◆ **Data for the task**:
"""Collect the facts: every subject's module is asked once, the stage's links close the circle."""

from collections.abc import Callable, Iterable, Mapping

from rulecheck.capability import Capabilities
from rulecheck.demand import Demands
from rulecheck.facts import (
    bank_facts,
    clamp_facts,
    commanded_facts,
    core_facts,
    filter_facts,
    free_path_facts,
    gate_drive_facts,
    gate_supply_facts,
    isolation_facts,
    leg_facts,
    line_facts,
    net_facts,
    part_facts,
    passive_facts,
    port_facts,
    position_facts,
    shunt_facts,
    snubber_facts,
    state_facts,
    transformer_facts,
    winding_clamp_facts,
)
from rulecheck.facts.facts import Facts, Subject
from rulecheck.facts.inputs import Inputs, gather
from rulecheck.facts.turned import find_suspects, stage_values
from rulecheck.facts.vocabulary import VOCABULARY
from rulecheck.stage import Stage
from rulecheck.values import natural_key
from rulecheck.values.record import replace

_COLLECTORS: tuple[Callable[[Inputs], tuple[Subject, ...]], ...] = (
    net_facts.collect,
    part_facts.collect,
    position_facts.collect,
    leg_facts.collect,
    state_facts.collect,
    commanded_facts.collect,
    gate_drive_facts.collect,
    gate_supply_facts.collect,
    passive_facts.collect,
    bank_facts.collect,
    filter_facts.collect,
    port_facts.collect,
    line_facts.collect,
    shunt_facts.collect,
    clamp_facts.collect,
    snubber_facts.collect,
    winding_clamp_facts.collect,
    core_facts.collect,
    transformer_facts.collect,
    isolation_facts.collect,
    free_path_facts.collect,
)
_OF_STAGE = {
    "parts": "part",
    "nets": "net",
    "positions": "position",
    "legs": "leg",
    "bridges": "bridge",
    "groups": "group",
    "ports": "port",
    "free-paths": "free-path",
}


def collect_facts(stage: Stage, capabilities: Capabilities, demands: Demands) -> Facts:
    """Everything that a rule may ask of the stage; unknown where nobody stated it."""
    inputs = gather(stage, capabilities, demands)
    collected = [subject for collector in _COLLECTORS for subject in collector(inputs)]
    by_kind: dict[str, list[Subject]] = {kind: [] for kind in VOCABULARY}
    for subject in collected:
        by_kind[subject.kind].append(subject)
    suspects = find_suspects(inputs, by_kind["position"])
    by_kind["position"] = [
        replace(p, values={**p.values, "all-turned": p.name in suspects.positions})
        for p in by_kind["position"]
    ]
    (whole,) = net_facts.collect_stage(inputs)
    values = {**whole.values, **stage_values(inputs, suspects)}
    by_kind["stage"] = [replace(whole, values=values, links=_links_of_stage(by_kind))]
    subjects = {kind: _distinct(found) for kind, found in by_kind.items()}
    by_name = {(s.kind, s.name): s for found in subjects.values() for s in found}
    return Facts(stage.netlist, subjects, by_name)


def _links_of_stage(by_kind: Mapping[str, list[Subject]]) -> dict[str, tuple[str, ...]]:
    return {
        link: tuple(dict.fromkeys(subject.name for subject in by_kind[kind]))
        for link, kind in _OF_STAGE.items()
    }


def _distinct(subjects: Iterable[Subject]) -> tuple[Subject, ...]:
    """In natural order; of two with one name the first, which the second then stands behind."""
    kept: dict[str, Subject] = {}
    for subject in subjects:
        kept.setdefault(subject.name, subject)
    return tuple(sorted(kept.values(), key=lambda subject: natural_key(subject.name)))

◆ **Exercise**: Report how many lines of the listing above include the word "subjects". Say nothing but the number.

◆ **Answer**: 5